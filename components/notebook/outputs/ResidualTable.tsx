import { useState } from 'react';
import { ScrollView, StyleSheet, Text, View, type LayoutChangeEvent } from 'react-native';
import { colors, fonts, spacing } from '../../../constants/theme';
import type { CompareResult } from '../../../shared/jobs/contract';
import { usePresentationMode } from '../../ui/presentationMode';
import { ChipButton } from '../ChipButton';
import { monoFont } from '../monoFont';
import { shortDecimal } from '../texFormat';

type ComparedPoint = CompareResult['points'][number];

/** Rows shown before "show all": enough to read, few enough for a phone to draw at once. */
export const FIRST_ROWS = 50;

/** A value for a table cell: shortened for reading (the CSV keeps every digit), a dash when missing. */
export const shown = (value: string | null | undefined, significant = 7) => (value === null || value === undefined ? '—' : shortDecimal(value, significant));

/** The data value with its error: "y ± e", or "y +up −down" for asymmetric errors. */
export function dataWithError(point: Pick<ComparedPoint, 'y' | 'errLow' | 'errHigh'>): string {
  const low = point.errLow;
  const high = point.errHigh ?? point.errLow;
  if (low === undefined || high === undefined) return point.y;
  return low === high ? `${point.y} ± ${low}` : `${point.y} +${high} −${low}`;
}

/** A variant's value at a point: the defect ("pole at ε = …") in words when there is one, never a number. */
export function seriesText(point: Pick<ComparedPoint, 'series' | 'defects'>, key: string): string {
  return point.defects?.[key] ?? shown(point.series[key]);
}

/** χ² with the points it sums over, χ² per such point, RMS and the largest residual for each variant, one card each (they wrap on a phone). */
export function ComparisonSummary({ result }: { result: CompareResult }) {
  const labels = new Map(result.variants.map((variant) => [variant.key, variant.label]));
  return (
    <View style={styles.cards} testID="comparison-summary">
      {result.summary.map((row) => (
        <View key={row.key} style={styles.card} testID={`comparison-summary-${row.key}`}>
          <Text style={styles.cardTitle}>{labels.get(row.key) ?? row.key}</Text>
          <Fact name="χ²" value={row.chi2 === null ? 'no errors given' : shown(row.chi2, 6)} />
          <Fact name="χ²/point" value={shown(row.chi2PerPoint, 6)} />
          <Fact name="RMS residual" value={shown(row.rms, 6)} />
          <Fact name="max |r|" value={shown(row.maxAbs, 6)} />
          <Fact name="points" value={String(row.points)} />
          {row.chi2 === null ? null : <Fact name="points in χ²" value={String(row.chi2Points)} />}
        </View>
      ))}
    </View>
  );
}

function Fact({ name, value }: { name: string; value: string }) {
  return (
    <View style={styles.fact}>
      <Text style={styles.factName}>{name}</Text>
      <Text style={styles.factValue} selectable>{value}</Text>
    </View>
  );
}

interface Column {
  title: string;
  width: number;
  cell: (point: ComparedPoint) => string;
  /** A defect written in words, styled apart from numbers. */
  isDefect?: (point: ComparedPoint) => boolean;
}

function columnsOf(result: CompareResult): Column[] {
  const withPulls = result.points.some((point) => point.pull !== undefined);
  const columns: Column[] = [{ title: 'data', width: 150, cell: dataWithError }];
  for (const variant of result.variants) {
    const key = variant.key;
    const defect = (point: ComparedPoint) => point.defects?.[key] !== undefined;
    columns.push({ title: variant.label, width: 150, cell: (point) => seriesText(point, key), isDefect: defect });
    columns.push({ title: 'residual', width: 104, cell: (point) => (defect(point) ? '—' : shown(point.residual[key], 5)) });
    if (withPulls) columns.push({ title: 'pull', width: 72, cell: (point) => (defect(point) ? '—' : shown(point.pull?.[key], 3)) });
  }
  return columns;
}

/**
 * Each data point with the series at its x, the residual and the pull per variant. x stays in place while
 * the other columns scroll sideways (a cue says so when they do not fit).
 */
export function ResidualTable({ result }: { result: CompareResult }) {
  const [showAll, setShowAll] = useState(false);
  const [viewWidth, setViewWidth] = useState(0);
  const presenting = usePresentationMode();
  const columns = columnsOf(result);
  const rows = showAll ? result.points : result.points.slice(0, FIRST_ROWS);
  const contentWidth = columns.reduce((sum, column) => sum + column.width, 0);
  const overflowing = viewWidth === 0 || contentWidth > viewWidth;
  const xName = result.xAxis === 'Delta_phi' ? 'Δφ' : 's';
  return (
    <View style={styles.wrap} testID="comparison-residuals">
      {overflowing ? <Text style={styles.cue} testID="comparison-residuals-cue">Scroll the table sideways for every variant →</Text> : null}
      <View style={styles.table}>
        <View style={styles.sticky}>
          <Text style={[styles.cell, styles.header, { width: X_WIDTH }]}>{xName}</Text>
          {rows.map((point, i) => (
            <Text key={i} style={[styles.cell, styles.number, { width: X_WIDTH }]} numberOfLines={1} selectable>{point.x}</Text>
          ))}
        </View>
        <ScrollView horizontal onLayout={(event: LayoutChangeEvent) => setViewWidth(event.nativeEvent.layout.width)} style={styles.scroller} testID="comparison-residuals-hscroll">
          <View>
            <View style={styles.row}>
              {columns.map((column, i) => (
                <Text key={i} style={[styles.cell, styles.header, { width: column.width }]} numberOfLines={1}>{column.title}</Text>
              ))}
            </View>
            {rows.map((point, rowIndex) => (
              <View key={rowIndex} style={styles.row} testID={`comparison-residuals-row-${rowIndex}`}>
                {columns.map((column, i) => (
                  <Text key={i} style={[styles.cell, column.isDefect?.(point) ? styles.defect : styles.number, { width: column.width }]} numberOfLines={1} selectable>
                    {column.cell(point)}
                  </Text>
                ))}
              </View>
            ))}
          </View>
        </ScrollView>
      </View>
      {result.points.length > FIRST_ROWS && !presenting ? (
        <ChipButton
          label={showAll ? `Show the first ${FIRST_ROWS} rows` : `Show all ${result.points.length.toLocaleString('en')} rows`}
          onPress={() => setShowAll(!showAll)}
          testID="comparison-residuals-all"
        />
      ) : null}
    </View>
  );
}

const X_WIDTH = 84;
const ROW_HEIGHT = 30;

const styles = StyleSheet.create({
  wrap: { gap: spacing.xs, alignItems: 'flex-start', alignSelf: 'stretch' },
  cards: { flexDirection: 'row', flexWrap: 'wrap', gap: spacing.sm },
  card: { flexGrow: 1, flexBasis: 160, maxWidth: '100%', padding: spacing.sm, borderRadius: 6, borderWidth: 1, borderColor: colors.rule, backgroundColor: colors.paper, gap: 2 },
  cardTitle: { fontFamily: fonts.semibold, fontSize: 13, color: colors.ink, marginBottom: 2 },
  fact: { flexDirection: 'row', justifyContent: 'space-between', gap: spacing.sm },
  factName: { fontFamily: fonts.regular, fontSize: 13, color: colors.inkSoft },
  factValue: { fontFamily: monoFont, fontSize: 13, color: colors.ink },
  cue: { fontFamily: fonts.medium, fontSize: 12, color: colors.amberDeep },
  table: { flexDirection: 'row', alignSelf: 'stretch', borderWidth: 1, borderColor: colors.rule, borderRadius: 6, overflow: 'hidden' },
  sticky: { borderRightWidth: 1, borderRightColor: colors.rule, backgroundColor: colors.paper },
  scroller: { flex: 1 },
  row: { flexDirection: 'row' },
  cell: { height: ROW_HEIGHT, lineHeight: ROW_HEIGHT, paddingHorizontal: spacing.sm, fontSize: 12, color: colors.ink, borderTopWidth: 1, borderTopColor: colors.rule },
  header: { fontFamily: fonts.semibold, color: colors.inkSoft, backgroundColor: colors.paper, borderTopWidth: 0 },
  number: { fontFamily: monoFont },
  defect: { fontFamily: fonts.medium, fontStyle: 'italic', color: colors.danger },
});
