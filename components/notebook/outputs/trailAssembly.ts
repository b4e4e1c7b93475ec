import Decimal from 'decimal.js';
import type { CouplingTerm, TrailEntry } from '../../../shared/jobs/contract';

/**
 * How the pole parts of the trail's graphs assemble into the counterterms (Z-factors) and then into β and
 * γ_{φ²}, as docs/physics.md §1 states it: u₀ = u + Σ_k a_k/ε^k with a_k = −Σ_G W_G·(K R̄ I_G)_k over the
 * four-point graphs (the tensor weight W_G carries the sign and 1/|Aut|), β = −εu + Σ_L L·a₁⁽ᴸ⁾; the φ²
 * insertion likewise gives Z_t and γ_{φ²} = (g·∂) z₁. Only numeric trails assemble (symbolic N or s do not).
 */
const Precise = Decimal.clone({ precision: 60 });
const SHOWN_DIGITS = 20;

export interface PoleSum {
  /** Power k of 1/ε → coupling polynomial a_k. */
  poles: Map<number, CouplingTerm[]>;
  /** The RG function the simple poles give (β or γ_{φ²} without the −εg term). */
  derived: CouplingTerm[];
}

const parseNumber = (text: string): Decimal | null => {
  const fraction = /^\s*([+-]?\d+)\s*\/\s*(\d+)\s*$/.exec(text);
  if (fraction) return new Precise(fraction[1]).div(fraction[2]);
  return /^\s*[+-]?(\d+\.?\d*|\.\d+)([eE][+-]?\d+)?\s*$/.test(text) ? new Precise(text.trim()) : null;
};

/** Total degree of a monomial in the couplings: "u^2" → 2, "u*v^2" → 3. */
export function degreeOf(monomial: string): number {
  return monomial.split('*').reduce((sum, factor) => sum + Number(/\^(\d+)$/.exec(factor)?.[1] ?? 1), 0);
}

function addTo(target: Map<string, Decimal>, monomial: string, value: Decimal) {
  target.set(monomial, (target.get(monomial) ?? new Precise(0)).plus(value));
}

const asTerms = (sums: Map<string, Decimal>): CouplingTerm[] =>
  [...sums].filter(([, value]) => !value.isZero()).sort(([a], [b]) => degreeOf(a) - degreeOf(b)).map(([monomial, value]) => ({ monomial, coeff: value.toSignificantDigits(SHOWN_DIGITS).toString() }));

/**
 * The pole parts of the graphs of one function summed into a_k (k = 1, 2, …) for one projection (a coupling,
 * or "δ_ab"), and what the simple poles give: `loops` weighs each a₁⁽ᴸ⁾ by L (β), `degree` by the monomial's degree (g·∂, γ_{φ²}).
 * Null when a weight or pole coefficient is not a number.
 */
export function assemblePoles(trail: TrailEntry[], fn: TrailEntry['function'], projection: string, weighBy: 'loops' | 'degree'): PoleSum | null {
  const poles = new Map<number, Map<string, Decimal>>();
  const derived = new Map<string, Decimal>();
  for (const graph of trail.filter((entry) => entry.function === fn)) {
    if (!Array.isArray(graph.weight)) return null;
    for (const { monomial, projections } of graph.weight) {
      const weight = projections[projection] === undefined ? new Precise(0) : parseNumber(projections[projection]);
      if (!weight) return null;
      for (const [index, coefficient] of graph.pole.coeffs.entries()) {
        const k = -(graph.pole.lowest + index);
        if (k < 1) continue;
        const pole = typeof coefficient === 'string' ? parseNumber(coefficient) : null;
        if (!pole) return null;
        const term = weight.neg().times(pole);
        if (!poles.has(k)) poles.set(k, new Map());
        addTo(poles.get(k)!, monomial, term);
        if (k === 1) addTo(derived, monomial, term.times(weighBy === 'loops' ? graph.loops : degreeOf(monomial)));
      }
    }
  }
  return { poles: new Map([...poles].map(([k, sums]) => [k, asTerms(sums)])), derived: asTerms(derived) };
}

/** Whether two coupling polynomials agree to `digits` significant digits in every coefficient. */
export function samePolynomial(a: CouplingTerm[], b: CouplingTerm[], digits = 12): boolean {
  const value = (terms: CouplingTerm[]) => new Map(terms.flatMap((term) => {
    const number = typeof term.coeff === 'string' ? parseNumber(term.coeff) : null;
    return number && !number.isZero() ? [[term.monomial, number] as const] : [];
  }));
  const left = value(a);
  const right = value(b);
  if (left.size !== right.size) return false;
  return [...left].every(([monomial, number]) => right.has(monomial) && number.minus(right.get(monomial)!).abs().lte(number.abs().times(`1e-${digits}`)));
}
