import { ScrollView, StyleSheet, Text } from 'react-native';
import { colors } from '../../../constants/theme';
import { monoFont } from '../monoFont';

/** Any result the screens have no special view for, readable as indented JSON. */
export function JsonBlock({ value, testID }: { value: unknown; testID?: string }) {
  let text: string;
  try {
    text = JSON.stringify(value, null, 2) ?? String(value);
  } catch {
    text = String(value);
  }
  return (
    <ScrollView horizontal style={styles.box} testID={testID}>
      <Text selectable style={styles.text}>
        {text}
      </Text>
    </ScrollView>
  );
}

const styles = StyleSheet.create({
  box: { backgroundColor: colors.paper, borderRadius: 6, borderWidth: 1, borderColor: colors.rule, padding: 10, maxHeight: 360 },
  text: { fontFamily: monoFont, fontSize: 12, lineHeight: 18, color: colors.ink },
});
────────────────
# WHAT NEEDS TO BE DONE:
Report each line of the entries where the word "TrailEntry" occurs.

# REPLY TO THE EXERCISE:
import type { CouplingTerm, TrailEntry } from '../../../shared/jobs/contract';
export function assemblePoles(trail: TrailEntry[], fn: TrailEntry['function'], projection: string, weighBy: 'loops' | 'degree'): PoleSum | null {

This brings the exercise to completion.